Ask the Coach Columnist, RBR Co-Founder, Ret.
I discovered the sheer joy—it’s not too strong a term—of pedaling when I began riding in the early ’70s to gain fitness for backpacking, mountaineering and skiing, my favored activities in my newly adopted state of Colorado. Riding also helped me lose the 50 pounds I had gained to play college football. But gradually, riding supplanted everything else as my primary recreation and means of fitness.
The mountainous Iron Horse Race from Durango to Silverton wasn’t a great choice for my first competition in 1976, but I survived—barely. By 1978 I was a Cat 2 and getting schooled by the young crop of future professional stars like Davis Phinney and Ron Kiefel. Fortunately, I was already old, at least by their standards, and soon qualified for masters racing.

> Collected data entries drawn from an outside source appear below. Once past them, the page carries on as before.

class _BinSums:
    """Count and sum of the observed values per covariance bin of a block of
    curves (additive; picklable)."""

    def __init__(self, column_bin, n_bins):
        self.column_bin, self.n_bins = column_bin, n_bins

    def __call__(self, X):
        rows, cols, values = _observations(np.asarray(X, dtype=np.float64))
        bins = self.column_bin[cols]
        return {"count": np.bincount(bins, minlength=self.n_bins),
                "sum": np.bincount(bins, values, minlength=self.n_bins)}


class _SpreadExponent:
    """:func:`skfunc._penalized.data_exponent` of the values less their bin's
    shift, for a block of curves (merged by :func:`_merge_exponents`)."""

    def __init__(self, column_bin, shift):
        self.column_bin, self.shift = column_bin, shift

    def __call__(self, X):
        rows, cols, values = _observations(np.asarray(X, dtype=np.float64))
        return {"exponent": data_exponent(values - self.shift[self.column_bin[cols]])}


def _merge_exponents(*stats):
    return {"exponent": max(s["exponent"] for s in stats)}


#: observed fraction of X up to which the likelihood refinement keeps the
#: residuals as sparse rows (:func:`_residual_rows`, 20 bytes per observed
#: value: at most 0.625 of X's float64 values) for all its EM steps, rather
#: than reading X again at each step
_SPARSE_FRACTION = 0.25


def _inverse_log_det(system):
    """Inverses and log-determinants of symmetric positive definite K x K
    matrices stored along the last axis, ``system[:, :, i]`` (shape ``(K, K,
    n)``, overwritten by the inverses).

    In-place Gauss-Jordan elimination without pivoting (common practice for
    positive definite matrices: every pivot is a Schur complement's diagonal,
    positive, and their product is the determinant), each step one operation
    on all n matrices at once, which for small K is several times faster than
    a LAPACK call per matrix; LAPACK beyond :data:`_ELIMINATION_MAX_K`.
    """
    k, n = system.shape[0], system.shape[2]
    if k > _ELIMINATION_MAX_K:
        stacked = np.moveaxis(system, 2, 0)
        log_det = 2 * np.log(np.diagonal(np.linalg.cholesky(stacked), axis1=1, axis2=2)).sum(1)
        system[...] = np.moveaxis(np.linalg.inv(stacked), 0, 2)
        return system, log_det
    log_det = np.zeros(n)
    for p in range(k):
        pivot = system[p, p].copy()
        log_det += np.log(pivot)
        column = system[:, p].copy()
        row = system[p] / pivot
        system -= column[:, None] * row[None]
        system[p] = row
        system[:, p] = -column / pivot
        system[p, p] = 1 / pivot
    return system, log_det


def _piece_rows(n_features, k):
    """Rows per piece of the E-step and the scores: a piece of X and the
    K x K systems of its curves stay within a core's cache."""
    return cache_rows(max(n_features, k * k))


def _residual_rows(X, mean, scale):
    """A block of curves as the E-step reads it: ``(O, R, O', R', rr,
    n_obs)``, the indicator of the observed values and the residuals ``(y -
    mu) / scale`` (0 where not observed), sparse rows (CSR) where at most
    :data:`_SPARSE_FRACTION` of the block is observed, else dense, and their
    transposes (a sparse transpose is an object that costs 0.2 ms to form:
    formed once for all EM steps); each curve's sum of squared residuals and
    number of observed values."""
    X = np.asarray(X, dtype=np.float64)
    observed = ~np.isnan(X)
    n_obs = observed.sum(axis=1)
    if n_obs.sum() > _SPARSE_FRACTION * X.size:
        resid = np.where(observed, X - mean, 0.0) / scale
        O, R = observed.astype(np.float64), resid
        rr = np.einsum("nj,nj->n", resid, resid)
    else:
        rows, cols = np.nonzero(observed)
        resid = (X[rows, cols] - mean[cols]) / scale
        indptr = np.concatenate([[0], np.cumsum(n_obs)])
        O = scipy.sparse.csr_matrix((np.ones_like(resid), cols, indptr), shape=X.shape)
        R = scipy.sparse.csr_matrix((resid, cols, indptr), shape=X.shape)
        rr = np.bincount(rows, resid * resid, minlength=X.shape[0])
    return O, R, O.T, R.T, rr, n_obs


class _EStep:
    """The E-step of the reduced-rank model over a block of curves.

    Model (James, Hastie and Sugar, 2000): ``y_i = mu_i + A_i z_i + e_i``,
    ``z_i ~ N(0, I_K)``, ``e_i ~ N(0, sigma^2 I)``, ``A = Psi Gamma`` the
    K loading functions on the grid. With ``M_i = I + A_i' A_i / sigma^2``
    and ``b_i = A_i' r_i / sigma^2`` (``r_i = (y_i - mu_i) / scale``), the
    posterior of ``z_i`` is ``N(M_i^{-1} b_i, M_i^{-1})``. Returns the sums
    the M-step needs, per grid column ``c``: ``ezz[c] = sum_i o_ic
    E[z_i z_i']`` and ``rez[c] = sum_i r_ic E[z_i]``; the total ``rr`` of
    ``r^2``; and the log-likelihood of the block under the current
    parameters (``log det Sigma_i = n_i log sigma^2 + log det M_i``,
    ``r' Sigma_i^{-1} r = r'r / sigma^2 - b' M^{-1} b``, Woodbury).
    Additive over rows; picklable (arrays and floats only). Called on a
    block of X, or (:meth:`on_rows`) on its :func:`_residual_rows`, which
    the refinement keeps for every step when X is sparse: a step then costs
    time in the observed values, not in the size of X.
    """

    def __init__(self, mean, loadings, noise, scale):
        self.mean, self.loadings, self.noise, self.scale = mean, loadings, noise, scale

    def __call__(self, X):
        rows = _piece_rows(X.shape[1], self.loadings.shape[1])
        return merge(*(self.on_rows(*_residual_rows(X[piece], self.mean, self.scale))
                       for piece in row_blocks(*X.shape, rows=rows)))

    def on_rows(self, O, R, Ot, Rt, rr, n_obs):
        A, s2 = self.loadings, self.noise
        k, n = A.shape[1], rr.shape[0]
        pairs = (A[:, :, None] * A[:, None, :]).reshape(-1, k * k)
        # the K x K systems along the last axis (one per curve)
        system = np.ascontiguousarray((O @ pairs).T).reshape(k, k, n) / s2
        system[np.arange(k), np.arange(k)] += 1.0
        b = np.asarray(R @ A).T / s2
        inverse, log_det = _inverse_log_det(system)
        ez = np.einsum("abn,bn->an", inverse, b)
        ezz = inverse + ez[:, None] * ez[None]
        log_det += n_obs * np.log(s2)
        quad = rr / s2 - np.einsum("an,an->n", b, ez)
        return {
            "ezz": np.asarray(Ot @ ezz.reshape(k * k, n).T),
            "rez": np.asarray(Rt @ ez.T),
            "rr": float(rr.sum()),
            "loglik": float(-0.5 * np.sum(log_det + quad + n_obs * np.log(2 * np.pi))),
        }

Although I have had some competitive success over the years, especially in time trials, as I’ve grown older I increasingly enjoy just riding rather than formal competition. I like long adventure rides on a combination of dirt and pavement, coaching at PacTour’s Desert Camps in springtime Arizona, 2-week tours in the Rockies and Pacific Northwest, and also brisk tandem rides with my wife, Deb. We’ve ridden our Co-motion tandem in Arizona, Ohio, Oregon, Washington and points in between, along with many miles on the scenic roads surrounding our home in western Colorado.
Although Fred officially “hung up his keyboard and rode off into the sunset” in 2016, RBR will continue to feature his timeless, spot-on cycling advice on our pages.
I was a high school English teacher in 1977 and decided that if I was teaching writing I should at least take a stab at writing myself. So I churned out magazine articles about training, then did part-time stints at Velonews and at Bicycling Magazine, followed by 5 years as Bicycling’s Training and Fitness Editor. Ed Pavelka was my colleague at both magazines, and in 2001 we founded RoadBikeRider.com. Thirty-eight years after that first article in Bike World Magazine, I’m still writing about cycling.
And now, after over 40 years on the bike, I’m slower than I once was, but faster than I’ll be. I use lower gears to get up the 6-mile climb to Black Canyon National Park just outside town. I have given up trying to set personal bests on the local hills. I don’t use a power meter anymore because it would only chronicle my deterioration.
But the joy of riding hard, the satisfaction of getting up a tough climb and the camaraderie of a smooth paceline as we fight the wind together has, if anything, only increased. I’m hoping for many more years of riding, and writing.